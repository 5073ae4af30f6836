"""Storing results, against a model that merges the values themselves."""

from typing import Any

import pytest
from hypothesis import HealthCheck, given, settings
from hypothesis import strategies as st
from sqlalchemy import Engine, func, select

from support.batches import accumulator, result
from support.databases import Statements
from support.sweeps import keys_of, small_sweep
from sweepmill_service import schema
from sweepmill_service.store import Store
from sweepmill_service.store.results import BatchResult


def totals(store: Store, ensemble: str) -> dict[str, tuple[int, bytes]]:
    with store.engine.connect() as connection:
        rows = connection.execute(select(schema.total).where(schema.total.c.ensemble == ensemble))
        return {row.observation: (row.trajectories, row.accumulator) for row in rows}


def test_a_batch_extends_the_prefix_and_drops_its_accumulators(store: Store) -> None:
    sweep = small_sweep()
    store.submit(sweep, "ada")
    (one, *_), observations = keys_of(sweep)
    outcome = store.commit([result(one, observations, 0, 10, sweep.key)])
    assert {pair: reach.prefix for pair, reach in outcome.reaches.items()} == {(one, key): 10 for key in observations}
    for key in observations:
        assert totals(store, one)[key] == (10, accumulator(one, key, 0, 10).to_bytes())
    with store.engine.connect() as connection:
        assert connection.scalars(select(schema.batch.c.accumulator)).all() == [None, None]


def test_a_gap_waits_and_closing_it_folds_everything(store: Store) -> None:
    sweep = small_sweep()
    store.submit(sweep, "ada")
    (one, *_), observations = keys_of(sweep)
    store.commit([result(one, observations, 10, 5, sweep.key), result(one, observations, 15, 7, sweep.key)])
    assert totals(store, one) == {}
    assert store.progress(sweep.key).ensembles[0].trajectories == 0
    store.commit([result(one, observations, 0, 10, sweep.key)])
    for key in observations:
        assert totals(store, one)[key] == (22, accumulator(one, key, 0, 22).to_bytes())
    with store.engine.connect() as connection:
        kept = select(func.count()).where(schema.batch.c.accumulator.is_not(None))
        assert connection.scalar(kept) == 0
    assert store.progress(sweep.key).ensembles[0].trajectories == 22


def test_a_duplicate_changes_nothing_and_is_charged_once(store: Store) -> None:
    sweep = small_sweep()
    store.submit(sweep, "ada")
    (one, *_), observations = keys_of(sweep)
    batch = result(one, observations, 0, 10, sweep.key, seconds=3.0)
    store.commit([batch, result(one, observations, 20, 5, sweep.key, seconds=2.0)])
    before = store.sweep_status(sweep.key)
    again = store.commit([batch, result(one, observations, 20, 5, sweep.key)])
    assert {refused.why for refused in again.refused} == {"duplicate"}
    assert store.sweep_status(sweep.key) == before
    assert before.core_seconds == before.requests[0].core_seconds == 5.0


def test_an_overlapping_batch_is_discarded(store: Store) -> None:
    sweep = small_sweep()
    store.submit(sweep, "ada")
    (one, *_), observations = keys_of(sweep)
    store.commit([result(one, observations, 0, 10, sweep.key), result(one, observations, 20, 10, sweep.key)])
    overlaps = [(5, 10), (0, 7), (15, 6), (22, 2), (29, 4), (10, 40)]
    outcome = store.commit([result(one, observations, *place, sweep.key) for place in overlaps])
    assert [refused.why for refused in outcome.refused] == ["overlap"] * 12
    assert totals(store, one)[observations[0]][0] == 10


def test_other_values_for_the_same_batch_stop_the_ensemble_loudly(store: Store) -> None:
    sweep = small_sweep(rates=1)
    store.submit(sweep, "ada")
    (one,), observations = keys_of(sweep)
    store.commit([result(one, observations, 0, 10, sweep.key)])
    other = result("0" * 64, observations, 0, 10, sweep.key)
    forged = BatchResult(**(vars(other) | {"ensemble": one}))
    outcome = store.commit([forged])
    assert outcome.stuck[one].startswith("determinism fault: trajectories 0 to 9 gave other values on worker-1")
    assert totals(store, one)[observations[0]] == (10, accumulator(one, observations[0], 0, 10).to_bytes())
    assert store.stick_sweeps([sweep.key]) == [sweep.key]
    status = store.sweep_status(sweep.key)
    assert status.state == "stuck"
    assert "determinism fault" in (status.reason or "")
    store.submit(sweep, "ada")
    assert "determinism fault" in (store.ensemble_record(one).reason or "")


def test_progress_is_the_shortest_prefix_of_the_observations(store: Store) -> None:
    sweep = small_sweep(cap=50)
    store.submit(sweep, "ada")
    (one, *_), (first, second) = keys_of(sweep)
    store.commit([result(one, [first], 0, 60, sweep.key)])
    assert store.sweep_status(sweep.key).trajectories == 0
    store.commit([result(one, [second], 0, 20, sweep.key)])
    assert store.sweep_status(sweep.key).trajectories == 20
    assert store.sweep_status(sweep.key).state == "sampling"


def test_a_commit_takes_the_same_number_of_statements_for_one_result_and_for_many(
    store: Store, statements: Statements
) -> None:
    sweep = small_sweep(rates=100)
    store.submit(sweep, "ada")
    ensembles, observations = keys_of(sweep)
    counts = []
    for chosen in (ensembles[:1], ensembles[1:]):
        statements.clear()
        store.commit([result(one, observations, 0, 4, sweep.key) for one in chosen])
        counts.append(len(statements))
    assert counts[0] == counts[1] <= 30


Task = tuple[int, int, tuple[int, ...], bool, bool]
# One task: (first, count, which observations, whether a kill comes before the commit of its group)
TASKS = st.lists(
    st.tuples(
        st.integers(0, 12), st.integers(1, 5), st.sampled_from([(0,), (1,), (0, 1)]), st.booleans(), st.booleans()
    ),
    max_size=25,
)


class Model:
    """Ranges accepted so far, and what must have been folded."""

    def __init__(self) -> None:
        self.ranges: set[tuple[int, int]] = set()

    def offer(self, first: int, count: int) -> None:
        """Accept unless it overlaps."""
        if all(first + count <= start or first >= start + length for start, length in self.ranges):
            self.ranges.add((first, count))

    @property
    def prefix(self) -> int:
        """Trajectories covered from 0 without a gap."""
        end = 0
        for first, count in sorted(self.ranges):
            end = first + count if first == end else end
        return end


@pytest.fixture
def examples(backend: str) -> int:
    return 60 if backend == "sqlite" else 15


def test_totals_are_those_of_the_covered_prefix_whatever_the_order_gaps_overlaps_and_kills(
    engine: Engine, examples: int
) -> None:
    number = iter(range(10_000))

    @settings(max_examples=examples, deadline=None, suppress_health_check=[HealthCheck.too_slow], derandomize=True)
    @given(TASKS)
    def check(tasks: list[Task]) -> None:
        _check_prefixes(Store(engine), next(number), tasks)

    check()


def _check_prefixes(store: Store, replicate: int, tasks: list[Task]) -> None:
    sweep = small_sweep(rates=1, cap=100_000 + replicate, sites=8)
    sweep = type(sweep).parse(_replicated(sweep.normalized(), replicate))
    store.submit(sweep, "ada")
    (one,), observations = keys_of(sweep)
    models = {key: Model() for key in observations}
    group: list[BatchResult] = []
    for first, count, which, killed, flush in tasks:
        chosen = [observations[index] for index in which]
        group.append(result(one, chosen, first, count, sweep.key))
        if killed:
            group.clear()
        elif flush:
            _commit(store, group, models)
    _commit(store, group, models)
    found = totals(store, one)
    for key, model in models.items():
        if model.prefix:
            assert found[key] == (model.prefix, accumulator(one, key, 0, model.prefix).to_bytes())
        else:
            assert key not in found
    assert store.sweep_status(sweep.key).trajectories == min(model.prefix for model in models.values())


def _replicated(form: dict[str, Any], replicate: int) -> dict[str, Any]:
    return form | {"circuit": [block | {"replicate": replicate} for block in form["circuit"]]}


def _commit(store: Store, group: list[BatchResult], models: dict[str, Model]) -> None:
    for one in group:
        for key in one.accumulators:
            models[key].offer(one.first, one.count)
    if group:
        store.commit(group)
    group.clear()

———

> Task details
Whenever a line in the entries above includes the word "items", pull that line out.

> Written response
    assert {pair: reach.prefix for pair, reach in outcome.reaches.items()} == {(one, key): 10 for key in observations}
    for key, model in models.items():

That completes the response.